How is Jimmy Carter? He's Doing Well
- Despite health concerns, former U.S. President Jimmy Carter celebrated his 97th birthday this year, making him the oldest former president.
- In 2015, Carter was diagnosed with metastatic melanoma, an aggressive form of skin cancer that had spread throughout his body. In December of that year, he was cancer-free. He remains free of disease to this day.
- Melanoma treatment has come a long way over the years. With breakthrough treatments like targeted therapy and immunotherapy, people who are diagnosed today have a much better chance of living a long and healthy life than ever before.
In July, the former president celebrated another milestone: 75 years married to the love of his life and former First Lady Rosalynn Carter. "I want to express particular gratitude for being the right woman that I chose for my wife," Jimmy Carter said during the couple's 75th wedding anniversary celebration.Read More
Jimmy Carter's Cancer BattleIn 2015, just a few years before breaking his hip, Jimmy Carter was diagnosed with metastatic melanoma, an aggressive form of skin cancer that had spread throughout his body.

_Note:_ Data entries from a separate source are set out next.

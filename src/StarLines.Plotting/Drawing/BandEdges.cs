using System;

namespace StarLines.Plotting.Drawing;

/// <summary>The edges of a band, which show it where data cover it; left out where the band is too narrow for three lines.</summary>
internal sealed class BandEdges(double[] x, double[] low, double[] high) : PanelItem("")
{
    private const double LeastHeight = 5.0;

    internal override void Draw(PanelCanvas panel)
    {
        int first = Math.Max(0, Trace.LowerBound(x, panel.XRange.Minimum));
        int end = Math.Min(x.Length, Trace.LowerBound(x, panel.XRange.Maximum));
        double sum = 0.0;
        int count = 0;
        for (int i = first; i < end; i++)
        {
            if (double.IsFinite(low[i]) && double.IsFinite(high[i]))
            {
                sum += panel.Y(low[i]) - panel.Y(high[i]);
                count++;
            }
        }

        if (count != 0 && sum / count >= LeastHeight)
        {
            new Trace("", x, low, Pens.BandEdge, style: TraceStyle.Line).Draw(panel);
            new Trace("", x, high, Pens.BandEdge, style: TraceStyle.Line).Draw(panel);
        }
    }
}
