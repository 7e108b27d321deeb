using System;
using System.Collections.Generic;
using System.IO;
using System.Text;
using StarLines.Tables;
using StarLines.TestSupport;
using Xunit;

namespace StarLines.Cli.Tests.Examples;

/// <summary>The invented night against the truth it was drawn from (<c>examples/night-truth</c>, written by its generator, not by the program).</summary>
public sealed class NightTests
{
    private static readonly string Night = Path.Combine(ReferenceData.RepositoryRoot, "examples", "night");

    // Of seven velocities one in 5000 draws lies beyond 4σ by chance.
    private const double MostSigmas = 4.0;

    [Fact]
    public void Velocities_agree_with_the_truth_within_their_errors()
    {
        Table measured = Run("velocity", Night + "/*.fits", "--template", "metal", "--template", "balmer");
        Table truth = Read("stars.ecsv");
        for (int i = 0; i < truth.RowCount; i++)
        {
            // Hydrogen gives the velocity of the A star, metals that of the others.
            bool isHot = truth["teff"].ToDoubles()[i] > 8000.0;
            int row = Find(measured, truth, i, isHot ? "balmer" : "metal");
            double error = measured["rv"].ToDoubles()[row] - truth["rv"].ToDoubles()[i];
            double sigma = measured["rv_err"].ToDoubles()[row];
            Assert.True(Math.Abs(error) < MostSigmas * sigma, FormattableString.Invariant(
                $"{truth["target"].Texts[i]}: {error} ± {sigma} km/s"));
        }
    }

    [Fact]
    public void Equivalent_widths_agree_with_the_truth_within_their_errors()
    {
        Table measured = Run("measure", Night + "/*.fits", "--lines", "metals-fgk", "--lines", "balmer");
        Table truth = Read("lines.ecsv");
        var deviations = new List<double>();
        for (int i = 0; i < truth.RowCount; i++)
        {
            int row = FindLine(measured, truth, i);
            if (measured["status"].Texts[row] == "measured" && measured["snr"].ToDoubles()[row] > 50.0)
            {
                deviations.Add((measured["ew"].ToDoubles()[row] - truth["ew"].ToDoubles()[i]) / measured["ew_err"].ToDoubles()[row]);
            }
        }

        deviations.Sort();
        Assert.True(deviations.Count > 80, $"Only {deviations.Count} lines were measured.");

        // The median of 100 normal deviates scatters by 0.13; profiles that are not quite Gaussian add to it.
        Assert.InRange(deviations[deviations.Count / 2], -0.6, 0.6);
        double halfRange = 0.5 * (deviations[(int)(0.84 * deviations.Count)] - deviations[(int)(0.16 * deviations.Count)]);
        Assert.InRange(halfRange, 0.7, 1.5);
    }

    private static Table Run(params string[] words)
    {
        CommandResult result = CommandLine.Run(words);
        Assert.True(result.Code == 0, result.Error);
        using var stream = new MemoryStream(Encoding.UTF8.GetBytes(result.Out));
        return TableReader.Read(stream);
    }

    private static Table Read(string name)
    {
        using FileStream stream = File.OpenRead(Path.Combine(Night + "-truth", name));
        return TableReader.Read(stream);
    }

    private static int Find(Table measured, Table truth, int star, string template)
    {
        for (int i = 0; i < measured.RowCount; i++)
        {
            if (measured["target"].Texts[i] == truth["target"].Texts[star]
                && measured["template"].Texts[i] == template
                && measured["component"].Longs[i] == truth["component"].Longs[star])
            {
                return i;
            }
        }

        Assert.Fail($"{truth["target"].Texts[star]}, star {truth["component"].Longs[star]}, has no row of template {template}.");
        return -1;
    }

    private static int FindLine(Table measured, Table truth, int line)
    {
        for (int i = 0; i < measured.RowCount; i++)
        {
            if (Path.GetFileName(measured["file"].Texts[i]) == truth["file"].Texts[line]
                && measured["line"].Texts[i] == truth["line"].Texts[line])
            {
                return i;
            }
        }

        Assert.Fail($"{truth["file"].Texts[line]} has no row of {truth["line"].Texts[line]}.");
        return -1;
    }
}
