using System;
using System.IO;
using PublicApiGenerator;
using Xunit;

namespace StarLines.TestSupport;

/// <summary>
/// The public API is what is written down: set <c>STARLINES_UPDATE_API=1</c> and run the tests to write it anew.
/// </summary>
public sealed class PublicApiRules
{
    private const string Variable = "STARLINES_UPDATE_API";

    [Fact]
    public void The_public_API_is_the_listed_one()
    {
        string listing = ProjectUnderTest.Assembly.GeneratePublicApi(new ApiGeneratorOptions
        {
            IncludeAssemblyAttributes = false,
        }).ReplaceLineEndings("\n").TrimEnd() + "\n";
        string file = Path.Combine(
            ReferenceData.RepositoryRoot, "tests", ProjectUnderTest.Name + ".Tests", "PublicApi", ProjectUnderTest.Name + ".txt");
        if (Environment.GetEnvironmentVariable(Variable) == "1")
        {
            Directory.CreateDirectory(Path.GetDirectoryName(file)!);
            File.WriteAllText(file, listing);
        }

        Assert.True(File.Exists(file), $"There is no listing {file}; run the tests once with {Variable}=1.");
        string listed = File.ReadAllText(file).ReplaceLineEndings("\n");
        Assert.True(listed == listing, $"The public API changed; run the tests once with {Variable}=1 and commit {file}.");
    }
}
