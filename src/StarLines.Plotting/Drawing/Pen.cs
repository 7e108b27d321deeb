using SkiaSharp;

namespace StarLines.Plotting.Drawing;

/// <summary>How a line is dashed.</summary>
internal enum Dash
{
    /// <summary>Unbroken.</summary>
    Solid,

    /// <summary>Long strokes.</summary>
    Dashed,

    /// <summary>Short strokes.</summary>
    Dotted,
}

/// <summary>How a line is drawn; the width is in units of the figure, 1/96 inch.</summary>
internal readonly record struct Pen(Ink Ink, float Width, Dash Dash = Dash.Solid)
{
    internal SKPaint Paint(Palette palette)
    {
        var paint = new SKPaint
        {
            Color = palette[Ink],
            StrokeWidth = Width,
            IsStroke = true,
            IsAntialias = true,
            StrokeJoin = Width < 1f ? SKStrokeJoin.Bevel : SKStrokeJoin.Round,
        };
        if (Dash != Dash.Solid)
        {
            float[] intervals = Dash == Dash.Dashed ? [5f, 3.5f] : [1.2f, 2.4f];
            paint.PathEffect = SKPathEffect.CreateDash(intervals, 0);
        }

        return paint;
    }
}
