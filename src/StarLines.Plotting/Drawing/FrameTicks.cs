using ScottPlot;
using SkiaSharp;

namespace StarLines.Plotting.Drawing;

/// <summary>Tick marks that point inwards on all four sides of the frame.</summary>
internal sealed class FrameTicks(Tick[] xTicks, Tick[] yTicks) : PanelItem("")
{
    private const float Major = 5.5f;
    private const float Minor = 3f;

    internal override void Draw(PanelCanvas panel)
    {
        SKRect frame = panel.Frame;
        using SKPaint paint = new Pen(Ink.Axis, 0.8f).Paint(panel.Palette);
        foreach (Tick tick in xTicks)
        {
            float x = panel.X(tick.Position);
            float length = tick.IsMajor ? Major : Minor;
            panel.Canvas.DrawLine(x, frame.Bottom, x, frame.Bottom - length, paint);
            panel.Canvas.DrawLine(x, frame.Top, x, frame.Top + length, paint);
        }

        foreach (Tick tick in yTicks)
        {
            float y = panel.Y(tick.Position);
            float length = tick.IsMajor ? Major : Minor;
            panel.Canvas.DrawLine(frame.Left, y, frame.Left + length, y, paint);
            panel.Canvas.DrawLine(frame.Right, y, frame.Right - length, y, paint);
        }
    }
}
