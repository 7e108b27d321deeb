using SkiaSharp;

namespace StarLines.Plotting.Drawing;

/// <summary>What a mark stands for; the palette gives it its colour.</summary>
internal enum Ink
{
    /// <summary>Axes, ticks and text.</summary>
    Axis,

    /// <summary>Measured pixels.</summary>
    Data,

    /// <summary>Measured pixels that are not used, and error bars.</summary>
    Faded,

    /// <summary>The continuum.</summary>
    Continuum,

    /// <summary>A fitted model.</summary>
    Model,

    /// <summary>The second of two kinds: emission, a second component.</summary>
    Second,

    /// <summary>Reference lines.</summary>
    Guide,

    /// <summary>The ground of a masked range.</summary>
    Shade,
}

/// <summary>
/// The colours of a theme. The hues are blue, vermilion and bluish green, which the common kinds of colour blindness keep
/// apart (Okabe and Ito 2008, Color Universal Design); their lightness differs too, so that they survive a grey print.
/// </summary>
internal sealed class Palette
{
    private readonly SKColor[] _inks;

    private Palette(SKColor background, params SKColor[] inks)
    {
        Background = background;
        _inks = inks;
    }

    internal static Palette Light { get; } = new(
        new SKColor(0xFF, 0xFF, 0xFF),
        new SKColor(0x16, 0x1B, 0x22),
        new SKColor(0x1F, 0x27, 0x33),
        new SKColor(0x9D, 0xA6, 0xB0),
        new SKColor(0xD5, 0x5E, 0x00),
        new SKColor(0x00, 0x72, 0xB2),
        new SKColor(0x00, 0x7D, 0x5C),
        new SKColor(0x8A, 0x93, 0x9E),
        new SKColor(0xE6, 0xE9, 0xED));

    internal static Palette Dark { get; } = new(
        new SKColor(0x11, 0x15, 0x1C),
        new SKColor(0xE3, 0xE8, 0xEE),
        new SKColor(0xD3, 0xDA, 0xE3),
        new SKColor(0x6B, 0x76, 0x84),
        new SKColor(0xFF, 0x9B, 0x42),
        new SKColor(0x5C, 0xBB, 0xF2),
        new SKColor(0x2C, 0xB5, 0x88),
        new SKColor(0x79, 0x85, 0x93),
        new SKColor(0x23, 0x2B, 0x36));

    internal SKColor Background { get; }

    internal SKColor this[Ink ink] => _inks[(int)ink];

    internal static Palette Of(FigureTheme theme) => theme == FigureTheme.Dark ? Dark : Light;
}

Melanoma treatment has come a long way over the years. Survival rates have risen dramatically, thanks to a "treatment revolution," SurvivorNet experts say. With breakthrough treatments like targeted therapy and immunotherapy now available, people who are diagnosed today have a much better chance of living a long and healthy life than ever before. If you're diagnosed with melanoma, there's a good chance surgery is going to be the treatment your doctor recommends. In the early stages of the disease, removing the cancer should lead to a cure.
However, once your cancer spreads, treatment gets a little more complicated. But there are still ways to stop it. New treatments have vastly improved the outlook for people with metastatic melanoma, like Carter.

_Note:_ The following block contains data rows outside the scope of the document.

using System;
using System.Collections.Generic;
using System.Globalization;
using System.Text.RegularExpressions;

namespace StarLines.Plotting.Drawing;

/// <summary>The last touch to an SVG document.</summary>
internal static partial class SvgText
{
    /// <summary>
    /// Names fonts to fall back to, with letters about as wide, where the document is seen without ours, and numbers the clips
    /// anew: the drawing library counts them through all documents of a process.
    /// </summary>
    internal static string Finish(string svg)
    {
        string family = FigureFonts.Family;
        string text = NumberClips(TrailingComma().Replace(svg, "\""));
        return family.Length == 0
            ? text
            : text.Replace($"font-family=\"{family}\"", $"font-family=\"{family}, Verdana, sans-serif\"", StringComparison.Ordinal);
    }

    private static string NumberClips(string svg)
    {
        var numbers = new Dictionary<string, int>(StringComparer.Ordinal);
        return Clip().Replace(svg, match =>
        {
            if (!numbers.TryGetValue(match.Groups[2].Value, out int number))
            {
                number = numbers.Count;
                numbers.Add(match.Groups[2].Value, number);
            }

            return match.Groups[1].Value + "clip" + number.ToString(CultureInfo.InvariantCulture);
        });
    }

    /// <summary>The name of a clip where it is made or used.</summary>
    [GeneratedRegex("(id=\"|url\\(#)(cl_[0-9a-f]+)")]
    private static partial Regex Clip();

    /// <summary>The end of a list of positions, which must not be a comma (SVG 1.1, 4.2, list of lengths).</summary>
    [GeneratedRegex("(?<=<text [^>]*), \"")]
    private static partial Regex TrailingComma();
}
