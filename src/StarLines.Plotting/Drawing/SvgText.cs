using System;

namespace StarLines.Plotting.Drawing;

/// <summary>The last touch to an SVG document.</summary>
internal static class SvgText
{
    /// <summary>Names fonts to fall back to, with letters about as wide, where the document is seen without ours.</summary>
    internal static string Finish(string svg)
    {
        string family = FigureFonts.Family;
        return family.Length == 0
            ? svg
            : svg.Replace($"font-family=\"{family}\"", $"font-family=\"{family}, Verdana, sans-serif\"", StringComparison.Ordinal);
    }
}
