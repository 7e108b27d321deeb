using System;

namespace StarLines.Plotting.Drawing;

/// <summary>Chooses the range of a vertical axis so that single wild pixels do not squash the rest.</summary>
internal static class PlotRange
{
    /// <summary>Pixels in a row that must reach a value for it to count as real.</summary>
    private const int Support = 3;

    /// <summary>A value further out than the supported ones by up to this share of their range is still shown.</summary>
    private const double Stretch = 0.6;

    private const double TailQuantile = 0.004;

    /// <summary>The range of the flux that three pixels in a row support, by their lower or upper error where there is one.</summary>
    /// <param name="y">N values; those that are not finite are left out.</param>
    /// <param name="sigma">N standard deviations, or none.</param>
    /// <param name="used">N flags, or none where all are used.</param>
    internal static DataRange Robust(ReadOnlySpan<double> y, ReadOnlySpan<double> sigma, ReadOnlySpan<bool> used)
    {
        double low = double.PositiveInfinity, high = double.NegativeInfinity;
        double lowest = double.PositiveInfinity, highest = double.NegativeInfinity;
        var kept = new double[y.Length];
        int count = 0, run = 0;
        for (int i = 0; i < y.Length; i++)
        {
            if (!double.IsFinite(y[i]) || (used.Length != 0 && !used[i]))
            {
                run = 0;
                continue;
            }

            kept[count++] = y[i];
            lowest = Math.Min(lowest, y[i]);
            highest = Math.Max(highest, y[i]);
            if (++run >= Support)
            {
                (double least, double largest) = Supported(y, sigma, i);
                high = Math.Max(high, least);
                low = Math.Min(low, largest);
            }
        }

        if (count == 0)
        {
            return new DataRange(0.0, 1.0);
        }

        Array.Sort(kept, 0, count);
        int tail = (int)(TailQuantile * (count - 1));
        low = Math.Min(low, kept[tail]);
        high = Math.Max(high, kept[count - 1 - tail]);
        double reach = Stretch * (high - low);
        return new DataRange(lowest >= low - reach ? Math.Min(low, lowest) : low, highest <= high + reach ? Math.Max(high, highest) : high);
    }

    /// <summary>The largest value that all of the last pixels exceed and the smallest that none does, each less two standard deviations.</summary>
    private static (double Least, double Largest) Supported(ReadOnlySpan<double> y, ReadOnlySpan<double> sigma, int last)
    {
        double least = double.PositiveInfinity, largest = double.NegativeInfinity;
        for (int k = last - Support + 1; k <= last; k++)
        {
            double doubt = sigma.Length == 0 ? 0.0 : 2.0 * sigma[k];
            least = Math.Min(least, y[k] - doubt);
            largest = Math.Max(largest, y[k] + doubt);
        }

        return (least, largest);
    }

    /// <summary>The power of ten to take out of the numbers of an axis: 0 where they are easy to read as they are.</summary>
    internal static int Exponent(DataRange range)
    {
        double largest = Math.Max(Math.Abs(range.Minimum), Math.Abs(range.Maximum));
        if (largest is >= 1e-2 and < 1e5)
        {
            return 0;
        }

        return (int)Math.Floor(Math.Log10(largest));
    }
}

For treatment, Jimmy Carter went through immunotherapy, which harnesses the power of one's own immune system to fight off cancer cells. He also went through surgery and radiation. (Carter's treatment plan of surgery, radiation and immunotherapy is often considered the most effective route for metastatic melanoma patients.)
This thorough treatment plan was necessary, especially since Carter's melanoma had spread to his brain. But as it turns out, the treatments were all worth it. Once going public about his cancer battle a few months later, he shared in December 2015 that an MRI scan found no evidence of disease; he was considered cancer-free.
Treating Late-Stage Melanoma
As previously stated, once the cancer has spread to other areas of the body, like Carter’s cancer did, treatment can be tricky.
Targeted drugs (one treatment option) block proteins and other substances the cancer needs to grow, while immunotherapy (another treatment option) boosts your body's own response to help it fight the cancer better. With so many more choices available, treatment can be tailored specifically to you and your needs. These therapies are more likely than chemotherapy to control your cancer, but like any treatment, they can cause side effects.
Immunotherapy drugs like pembrolizumab (brand name: Keytruda) and nivolumab (brand name: Opdivo) can help some people with this type of cancer live longer maybe even as long as Jimmy Carter! Whether these drugs are right for you depends on a number of factors, including where the melanoma is and how fast it's spreading. Combining immunotherapy drugs might also extend survival. But again, these treatments have risks that are important to discuss with your doctor.
There's also a vaccine that has the U.S. Food and Drug Administration has approved for people whose melanoma has spread and can't be removed with surgery. Talimogene laherparepvec (T-VEC) is a modified herpes virus that kills cancer cells when doctors inject it directly into the cancer.
Researchers, including some SurvivorNet experts, are studying other groundbreaking melanoma treatments in clinical trials. Enrolling in one of these studies might give you access to a new treatment before it's available to everyone else. (Many SurvivorNet experts say that once they've exhausted all other options for treating their patients' cancer, or if they have a rare cancer, they'll recommend looking into clinical trials. How can you find active clinical trials that may be right for you? Check out clinicaltrials.gov.)
Once you've finished treatment for melanoma, it can come with a huge sense of relief just like with any cancer treatment. Celebrate your successes, but stay vigilant. It’s possible for this cancer to come back in the future. For Jimmy Carter, he’s been cancer-free for six years now. Whether your cancer is likely to return may depend on your stage, so screening recommendations vary.
If you had early-stage melanoma, you should have a skin exam once every three to six months. If you had late-stage melanoma like Carter in addition to regular skin exams every three to six months, you may also need imaging scans or blood tests to monitor for signs of recurrence. You should also report any symptoms such as a headache, changes in vision, cough, fatigue or weight loss to your doctor.